Ed Sheeran says he’s written 25 songs with The National’s Aaron Dessner

The 'Shape Of You' hitmaker made the revelation during a court appearance over a copyright claim made against him

Ed Sheeran has revealed that he’s written 25 songs with The National‘s Aaron Dessner – and that they were done in the space of a week.

The singer-songwriter appeared at the High Court this morning (March 7) for the start of a three-week legal battle over the copyright of his hit single ‘Shape Of You’.

Sheeran is involved in a dispute with two musicians who claim his 2017 track borrows parts of their song ‘Oh Why’, which was released in March 2015.


Sami Chokri (who performs under Sami Switch) and Ross O’Donoghue claim Sheeran’s song is similar to “particular lines and phrases” of their own song. Sheeran has denied the claims.

During court proceedings this morning, Sheeran faced a number of questions about the creation of ‘Shape Of You’ as well as his songwriting process as a whole.

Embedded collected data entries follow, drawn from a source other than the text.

export async function runFuzz(plan: FuzzPlan, log: (line: string) => void = () => {}, onFinding: (f: Finding) => void = () => {}): Promise<FuzzReport> {
  const started = performance.now();
  const work = await mkdtemp(join(tmpdir(), 'kindred-fuzz-'));
  const found: Finding[] = [];
  const findings = {
    get length(): number {
      return found.length;
    },
    push(...more: Finding[]): void {
      for (const f of more) onFinding(f);
      found.push(...more);
    },
  };
  const slowOnce = { count: 0 };
  const report = {
    store: { mutants: 0, mustRefuse: 0, refused: 0, answered: 0 },
    roster: { mutants: 0, built: 0, refused: 0 },
    commands: { lines: 0, exitCodes: {} as Record<number, number> },
    requests: { sent: 0, statuses: {} as Record<number, number> },
  };
  try {
    const roster = join(work, 'roster');
    const league = simulateLeague({ seed: 11 + plan.seed, firstSeason: 2015, lastSeason: 2026, targetPlayerSeasons: 600 });
    await writeLeagueCsv(league, roster);
    const stores = { input: join(work, 'store-input'), pca: join(work, 'store-pca') };
    await buildStore(roster, stores.input, { lenient: false, threads: 1 });
    await buildStore(roster, stores.pca, { lenient: false, threads: 1, embed: { method: 'pca', driverTargets: 0 } });
    const targets = await targetsOf(stores.input);
    const budget = plan.minutes === undefined ? undefined : plan.minutes * 60_000;
    const phaseStart = Date.now();
    const until = (share: number): number => (budget === undefined ? Infinity : Date.now() + budget * share);
    log(`fuzz: roster of ${targets.players.length}+ players, stores in the input space and in PCA; ${targets.comps.length} groups queried per store mutant`);

    // Store mutants: each damages a work copy of one of the two stores, then queries it.
    await overSlots(
      plan.storeMutants,
      plan.workers,
      (slot) => {
        const kinds = Object.entries(stores).map(([kind, base]) => {
          const copy = join(work, `slot${slot}-${kind}`);
          cpSync(base, copy, { recursive: true });
          return { copy, mutator: new StoreMutator(base, copy) };
        });
        return kinds;
      },
      async (kinds, runner, i) => {
        const rng = seedOf(plan, 1, i);
        const { copy, mutator } = kinds[i % kinds.length] ?? (kinds[0] as (typeof kinds)[number]);
        const mutant = mutator.mutate(rng);
        const formats = ['json', 'table', 'csv'];
        // each group's comps over single seasons and over windows of 5 (the build's default windows; the
        // default comps of an input-space store): every group file is read by one of them
        const commands: string[][] = targets.comps.flatMap((t, j) => [
          ['comps', ...t.args, '--store', copy, '--format', formats[(i + j) % 3] ?? 'json', '--window', '1'],
          ['comps', ...t.args, '--store', copy, '--format', formats[(i + j + 1) % 3] ?? 'json', '--window', '5'],
        ]);
        if (targets.prospect) commands.push(['prospect', ...targets.prospect.args, '--store', copy]);
        if (i % 8 === 0) commands.push(['dims', '--store', copy]);
        const mustRefuse = mutant.expect === 'refuse';
        const end = await runConfirmed(runner, slowOnce, { id: i, commands, stopOnStoreError: mustRefuse });
        const where = `store ${i}`;
        findings.push(...endFindings(where, mutant.what, commands, end));
        report.store.mutants++;
        if (end.kind === 'done') {
          const refused = end.results.some((r) => r.code === 1 && r.errorCodes.some((c) => c.startsWith('kindred.store.')));
          if (refused) report.store.refused++;
          else report.store.answered++;
          if (mustRefuse) {
            report.store.mustRefuse++;
            if (!refused) findings.push({ kind: 'damaged store answered', where, what: mutant.what, detail: end.results.map((r) => `${r.code} ${r.errorCodes.join(',')}`).join('; ') });
          }
        }
        mutator.restore(mutant);
        if (report.store.mutants % 500 === 0) log(`fuzz: ${report.store.mutants} store mutants, ${findings.length} findings`);
      },
      plan.timeoutMs,
      until(0.45),
    );
    log(`fuzz: ${report.store.mutants} store mutants done`);

    // Roster mutants: each edits a work copy of the roster (and maybe writes a column map), then builds it.
    await overSlots(
      plan.rosterMutants,
      plan.workers,
      (slot) => {
        const dir = join(work, `slot${slot}-roster`);
        const copy = join(dir, 'roster');
        mkdirSync(dir);
        cpSync(roster, copy, { recursive: true });
        const out = join(dir, 'out');
        mkdirSync(out);
        return { copy, out, mutator: new RosterMutator(roster, copy, join(dir, 'map.json')) };
      },
      async ({ copy, out, mutator }, runner, i) => {
        const rng = seedOf(plan, 2, i);
        const mutant = mutator.mutate(rng);
        const storeDir = join(out, 'store');
        const probe = targets.comps[i % targets.comps.length]?.args[0] ?? 'x';
        const commands = [['build', copy, '--store', storeDir, '--no-backtest', ...mutant.args], ['comps', probe, '--store', storeDir, '--format', 'json']];
        const end = await runConfirmed(runner, slowOnce, { id: i, commands, stopOnStoreError: false });
        const where = `roster ${i}`;
        findings.push(...endFindings(where, mutant.what, commands, end));
        report.roster.mutants++;
        if (end.kind === 'done') {
          const [build, probe] = end.results;
          if (build?.code === 0) {
            report.roster.built++;
            if (probe?.errorCodes.some((c) => c.startsWith('kindred.store.'))) findings.push({ kind: 'built store unreadable', where, what: mutant.what, detail: probe.stderr });
          } else {
            report.roster.refused++;
            if (existsSync(storeDir)) findings.push({ kind: 'half-written', where, what: mutant.what, detail: `the build exited ${build?.code} but ${storeDir} exists` });
          }
          const left = readdirSync(out).filter((n) => !['store', 'store.charts', 'store.rejects.csv'].includes(n));
          if (left.length > 0) findings.push({ kind: 'half-written', where, what: mutant.what, detail: `left behind: ${left.join(', ')}` });
        }
        rmSync(out, { recursive: true, force: true });
        mkdirSync(out);
        mutator.restore(mutant);
        if (report.roster.mutants % 500 === 0) log(`fuzz: ${report.roster.mutants} roster mutants, ${findings.length} findings`);
      },
      plan.timeoutMs,
      budget === undefined ? Infinity : phaseStart + budget * 0.9,
    );
    log(`fuzz: ${report.roster.mutants} roster mutants done`);

    // Command lines: random parameters of every job against the two good stores.
    await overSlots(
      plan.commandLines,
      plan.workers,
      () => null,
      async (_, runner, i) => {
        const rng = seedOf(plan, 3, i);
        const store = i % 2 === 0 ? stores.input : stores.pca;
        const argv = randomCommandLine(rng, store, targets.players);
        const end = await runConfirmed(runner, slowOnce, { id: i, commands: [argv], stopOnStoreError: false });
        findings.push(...endFindings(`command ${i}`, argv.join(' '), [argv], end));
        report.commands.lines++;
        if (end.kind === 'done') for (const r of end.results) countCode(report.commands.exitCodes, r.code);
      },
      plan.timeoutMs,
      budget === undefined ? Infinity : phaseStart + budget * 0.95,
    );
    log(`fuzz: ${report.commands.lines} command lines done`);

    if (plan.requests > 0) await fuzzServer(plan, stores.input, targets.players, report.requests, findings, budget === undefined ? Infinity : phaseStart + budget);
    log(`fuzz: ${report.requests.sent} requests done`);
  } finally {
    rmSync(work, { recursive: true, force: true });
  }
  return { ...report, findings: found, slowOnce: slowOnce.count, seconds: (performance.now() - started) / 1000 };
}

At one point he told the court that he had written 25 songs in the space of a week with Aaron Dessner of The National,” according to BBC News reporter Mark Savage. No further information on the songs was shared.

In addition to his work as part of The National, Dessner is also responsible for co-producing Taylor Swift‘s latest albums, ‘Folklore’ and ‘Evermore’. He also co-produced multiple of the bonus “From the Vault” tracks that appear on Swift’s re-recorded versions of ‘Fearless’ and ‘Red’ that arrived last year.

Elsewhere during this morning’s court proceedings, Sheeran was accused of being a “magpie” who “borrows” ideas from other artists.


Andrew Sutcliffe QC, for Chokri and O’Donoghue, asked “how does Ed Sheeran write his music?”

He went on to ask whether he “makes things up as he goes along” during songwriting sessions…Or is his songwriting process in truth more nuanced and less spontaneous…involving the collection and development of ideas over time which reference and interpolate other artists. This is the defendants’ case” (via The Guardian).

He continued: “Mr. Sheeran is undoubtedly very talented, he is a genius. But he is also a magpie. He borrows ideas and throws them into his songs, sometimes he will acknowledge it but sometimes he won’t” adding that it “depends on who you are and whether he thinks he can get away with it”.

In the High Court previously, Sheeran’s legal team said the musician and his co-writers have no recollection of having heard ‘Oh Why’ before the legal battle. They all “vehemently deny” allegations of copying.

Speaking about the song earning over three billion streams last year, Sheeran said he couldn’t be more “chuffed” about the news, calling it, “absolutely insane”, before discussing the origin of the song.

“[‘Shape Of You’] wasn’t really meant to make the album,” he explained, “but when I finished making the song, Ben Cook, from my label, said it had to be a single – but I wanted ‘Castle On The Hill’ to be the single. We put both songs out at once and… I was wrong. Here we are with ‘Shape of You’ at three billion.”